The Tyrannosaurus rex sculpture was built by Robin Hanson, the owner of the Hanson Art Gallery and Sculpture Garden outside nearby Geary, after it was commissioned by his grandchildren five months ago.
"One of my grandkids, he goes like this, 'Well, Grampie, I'm really thinking that your art gallery needs to have a very special sculpture and I'm thinking that could be a T. rex,'" Hanson said.
Hanson usually asks his grandchildren for ideas because they all love art, and it brings them together.
This isn't Hanson's first large sculpture. In 2015, he created an oversized statue of R.B. Bennett, Canada's only prime minister from New Brunswick. The statue was later sent to the federal government in Ottawa.
This is Hanson's first sculpture that dates back 65 million years.
For his T. rex, he was inspired by his grandchildren's models of the infamous carnivore, and by the film Jurassic Park.
But after two months of working on it six hours a day, he realized what he had gotten himself into.
"After two months on a stepladder, up eight feet working on it, it turned from the dinosaur to the monster," Hanson said.
Despite the challenge, he knew he had to get it done.
"When you make a commitment to your grandkids, you just can't back up from that, you've got to follow through on it," he said.
Hanson brought the beast to life by carving it from Styrofoam blocks he glued together. He then sealed the dinosaur with 68 litres of a special coating and painted it.
Now, the T. rex stands about 3.5 metres tall, 3.5 metres wide and more than eight metres long and weighs about a tonne.
Although it's not a replica of a T. rex, which would be just over 12 metres long, Hanson had trouble getting the piece out of his shop when it was finished.
"I didn't have any more space in the shop, but I've got a big shop," he said. "Maybe it's good that I don't have a bigger shop because it would be another few months before we'd ever get him finished."
Hanson said the T. rex is the hardest dinosaur he could've built.
"They've got those teeth and the tongue and the eyes wide open, and he's in an action stance," he said. "This is very challenging, so if you can do this, you can pretty well do just about anything."
When Hanson's grandchildren saw the T. rex for the first time, they ran up to it and gave it a big hug. They've even wanted to ride it, but their Grampie wouldn't let them because it's too dangerous.
"I said to them, 'If we were around at that time, we would be their choice meal.'"
Now that the sculpture is completed, children who visit the gallery have been sharing their knowledge of dinosaurs with Hanson.
"The kids that come in, they start educating me on the T. rex and everything about that and the other dinosaurs, and so far, it's been really rewarding and good fun."
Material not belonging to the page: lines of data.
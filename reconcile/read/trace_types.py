"""What is stated of trace files and what reading one gives; refusals that every format shares."""

from __future__ import annotations

from collections.abc import Iterable, Mapping
from dataclasses import dataclass, field

import numpy as np
from numpy.typing import NDArray

from reconcile.campaign.quantity import EXAMPLES, UnknownUnit, parse_unit
from reconcile.campaign.refusal import Note, Place, Refusal, nearest

Array = NDArray[np.float64]
UNITS = {"time": "s", "voltage": "V"}  # of the two columns that a trace may have
LARGEST = 1024**3  # bytes that one trace may say it holds: thousands of times what a shot needs


@dataclass(frozen=True, slots=True)
class TraceSettings:
    """What the manifest states of a table of traces."""

    columns: Mapping[str, str] = field(default_factory=dict)  # time, voltage: a header, or the name of an array
    units: Mapping[str, str] = field(default_factory=dict)  # of time and voltage, where the file does not say
    sample_interval: float | None = None  # [s]; None: there is a time column, or the file states its rate
    start: float = 0.0  # [s] time of the first sample where there is no time column
    full_scale: float | None = None  # [V] at the recorder's largest number; None: not known
    decimal: str | None = None
    delimiter: str | None = None
    encoding: str | None = None


@dataclass(frozen=True, slots=True)
class Trace:
    """One recorded waveform on an even grid of times."""

    time: Array  # (n,) [s] as the recorder counts it
    voltage: Array  # (n,) [V]
    full_scale: float | None = None  # [V]; None: not known
    notes: tuple[Note, ...] = ()


@dataclass(frozen=True, slots=True)
class Columns:
    """What a file holds before its times are looked at."""

    voltage: Array  # (n,) [V]
    time: Array | None = None  # (n,) [s]; None: there is no time column
    interval: float | None = None  # [s] between samples as the file's head states it
    first_row: int | None = None  # line of the first sample; None: the file has no lines
    notes: tuple[Note, ...] = ()


def damaged(name: str, what: str, expected: str) -> Refusal:
    """Return the refusal of a file that is broken."""
    return Refusal(Place(name), found=what, expected=expected, remedy="Export or copy the trace again.")


def too_large(name: str, what: str, size: int) -> Refusal:
    """Return the refusal of a file that says it holds more than a trace can."""
    return Refusal(
        Place(name),
        found=f"{what} of {size / 1024**3:.3g} GiB",
        expected="a trace of at most 1 GiB",
        remedy="Export only the stretch from before the laser pulse to after the collapse.",
    )


def no_column(name: str, wanted: str, known: Iterable[str], what: str) -> Refusal:
    """Return the refusal of a file without the column, array or dataset that the manifest names."""
    listed = sorted(known)
    near = nearest(wanted, listed)
    shown = ", ".join(listed[:12]) + (", …" if len(listed) > 12 else "")
    return Refusal(
        Place(name),
        found=f"no {what} '{wanted}' (it holds {shown or 'none'})",
        expected=f"the {what} that the manifest names",
        remedy=f"Write '{near}' in the manifest if that is meant." if near else "Correct columns in the manifest.",
    )


def column_unit(name: str, key: str, header: str, stated: str | None) -> float:
    """Return the size in SI of an array's unit: as stated, else in the brackets of its name.

    Raises
    ------
    Refusal
        There is none, or it is no unit of that quantity.
    """
    text = stated or _bracketed(header)
    known: str | None = None
    if text is not None:
        try:
            unit = parse_unit(text)
        except UnknownUnit as unknown:
            known = unknown.known
        else:
            if unit.dimension == parse_unit(UNITS[key]).dimension and not unit.level:
                return unit.size
    example = EXAMPLES[UNITS[key]].partition(" ")[2]
    raise Refusal(
        Place(name),
        found=f"'{header}' " + (f"with the unit '{text}'" if text else "without a unit"),
        expected=f"a unit of {key} such as {example}",
        remedy=f"Write '{known}' if that is meant."
        if known
        else f'Add units = {{ {key} = "…" }} to this table of the manifest.',
    )


def _bracketed(header: str) -> str | None:
    for opening, closing in ("()", "[]"):
        if header.rstrip().endswith(closing) and opening in header:
            return header.rstrip()[header.rindex(opening) + 1 : -1].strip() or None
    return None
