def readings_table(caption: str, readings: Sequence[ReadingResult], *, with_shot: bool) -> Table:
    """Return readings beside what the fit expects of them."""
    columns = (
        *((Column("Shot or sample"),) if with_shot else ()),
        Column("Kind"),
        Column("Delay", "number"),
        Column("Reading", "number"),
        Column("Expected", "number"),
        Column("Difference / sd", "number"),
        Column("p stray", "number"),
        Column("Verdict"),
        Column("Source", "wide"),
    )
    rows = [((*((_target(result),) if with_shot else ()), *_reading_cells(result))) for result in readings]
    flagged = frozenset(i for i, result in enumerate(readings) if result.verdict == "stray") if not with_shot else frozenset()
    return Table(caption, columns, tuple(rows), flagged)


def _target(result: ReadingResult) -> str:
    return result.reading.shot or result.reading.sample or ABSENT


def _reading_cells(result: ReadingResult) -> tuple[str, ...]:
    reading = result.reading
    kind = KINDS[reading.kind]
    scale = scale_for(kind.unit, [reading.value if reading.value is not None else reading.limit])
    delay = scale_for("s", [reading.delay])
    if reading.limit is not None:
        measured = f"< {scale.with_unit(alone(reading.limit, scale, 3))}"
    else:
        measured = scale.with_unit(pair(reading.value, reading.u, scale))
    expected, difference = ABSENT, ABSENT
    if result.predicted is not None and result.predicted_sd is not None:
        expected = scale.with_unit(pair(result.predicted, result.predicted_sd, scale))
        if reading.value is not None and reading.u is not None:
            apart = math.hypot(reading.u, result.predicted_sd)
            difference = f"{(reading.value - result.predicted) / apart:+.1f}".replace("-", "−") if apart > 0 else ABSENT
    return (
        kind.words,
        ABSENT if reading.delay is None else delay.with_unit(alone(reading.delay, delay)),
        measured,
        expected,
        difference,
        probability(result.p_stray),
        VERDICTS.get(result.verdict, result.verdict),
        str(reading.place),
    )


def energies(drawings: Sequence[Drawing]) -> Section:
    """Return the energy ratio against the order of firing."""
    words = Statement("Energy ratio: energy that a shot's readings show over the logged one. A drift or a warm-up shows as a slope, a changed window or mirror as a step.")
    return Section("energies", "Logged energies", (words, *drawings))


def levels(close_out: CloseOut) -> Section:
    """Return one line a level: the shots in the fit at one nominal energy."""
    groups: dict[str, list[ShotResult]] = {}
    for result in close_out.shots:
        if result.verdict in ("kept", "stray"):
            groups.setdefault(result.shot.level or "(no level)", []).append(result)
    if not groups:
        return Section("levels", "Levels", (Statement("No shot to sum up."),))
    every = [result for group in groups.values() for result in group]
    energy = scale_for("J", [result.shot.metered_energy for result in every])
    incident = scale_for("J/m2", [result.incident_fluence.median for result in every])
    absorbed = scale_for("J/m2", [result.absorbed_fluence.median for result in every])
    columns = (
        Column("Level", "wide"),
        Column("Shots", "number"),
        Column(energy.heading("Logged energy"), "number"),
        Column(incident.heading("Incident fluence"), "number"),
        Column(absorbed.heading("Absorbed fluence"), "number"),
        Column("Spread of the shots", "number"),
    )
    rows = []
    for level, group in groups.items():
        size = len(group)
        logged = sum(result.shot.metered_energy for result in group) / size
        first = sum(result.incident_fluence.mean for result in group) / size
        first_sd = sum(result.incident_fluence.sd for result in group) / size
        second = sum(result.absorbed_fluence.mean for result in group) / size
        second_sd = sum(result.absorbed_fluence.sd for result in group) / size
        spread = math.sqrt(sum((result.absorbed_fluence.mean - second) ** 2 for result in group) / (size - 1)) if size > 1 else math.nan
        cells = (alone(logged, energy), pair(first, first_sd, incident), pair(second, second_sd, absorbed))
        rows.append((level, str(size), *cells, f"{alone(100 * spread / second, digits=2)} %" if size > 1 and second > 0 else ABSENT))
    note = Statement(
        "Means over the shots of a level, without misread and set-aside ones. ± is the mean standard uncertainty of a single shot: its largest part is "
        "common to all shots and does not average out. Spread: relative standard deviation of the shots' absorbed fluences.",
        "quiet",
    )
    return Section("levels", "Levels", (Table("One line a level", columns, tuple(rows)), note))
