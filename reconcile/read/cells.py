"""A sheet as cells, each with its place: what a spreadsheet or a CSV holds before anybody reads a number in it."""

from __future__ import annotations

from collections.abc import Mapping
from dataclasses import dataclass, field

from reconcile.campaign.refusal import Note, Place


@dataclass(frozen=True, slots=True)
class Cell:
    """One cell as it stands."""

    place: Place
    content: str | float | bool | None = None  # text without the blanks at its ends, or a number; None: blank
    fault: str | None = None  # what makes it unreadable: a date, an error, a formula without a stored value
    struck: bool = False  # struck through
    percent: bool = False  # a number that the sheet shows as a percentage

    @property
    def text(self) -> str:
        """The cell as text; a whole number without a decimal point, a blank one as ''."""
        if self.content is None:
            return ""
        if isinstance(self.content, bool):
            return str(self.content).upper()
        if isinstance(self.content, float):
            return (
                str(int(self.content)) if self.content.is_integer() and abs(self.content) < 1e15 else repr(self.content)
            )
        return self.content

    @property
    def blank(self) -> bool:
        """Whether nothing stands there."""
        return self.fault is None and (self.content is None or self.content == "")


@dataclass(frozen=True, slots=True)
class Row:
    """One row; cells that were not stored are missing."""

    number: int  # from 1, as the sheet or the file counts
    cells: Mapping[int, Cell]  # by column, from 1
    hidden: bool = False

    def get(self, column: int) -> Cell | None:
        """Return a cell, or None where none was stored."""
        return self.cells.get(column)


@dataclass(frozen=True, slots=True)
class Merged:
    """A range of merged cells, ends included."""

    top: int
    left: int
    bottom: int
    right: int


@dataclass(frozen=True, slots=True)
class Sheet:
    """The rows of one sheet, or of one .csv file."""

    place: Place  # of the sheet
    rows: tuple[Row, ...]
    merged: tuple[Merged, ...] = ()
    delimited: bool = False  # of a text file, whose cells have their line as place
    commas: bool = False  # commas between its cells: an unquoted decimal comma tears a row
    notes: tuple[Note, ...] = field(default=())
Hanson's grandchildren have already asked for more dinosaur sculptures.
"The kids have said, 'What about the raptors? There should be four or five raptors chasing around the dinosaur because they didn't get along,'" Hanson said.
He's considering making some raptors to go with the T. rex but he has other projects on his bucket list and sculptures can be expensive. The supplies for the T. rex cost nearly $10,000.
If not another dinosaur, Hanson's grandchildren have asked for something a little more mythical.
"The next project that they're looking for is the unicorn," he said, but it won't be as big as his T. rex.
The grand unveiling of the Tyrannosaurus rex sculpture is Saturday, June 15. The dino hasn't been named yet, but Hanson said he'll likely hold a contest to name him or her.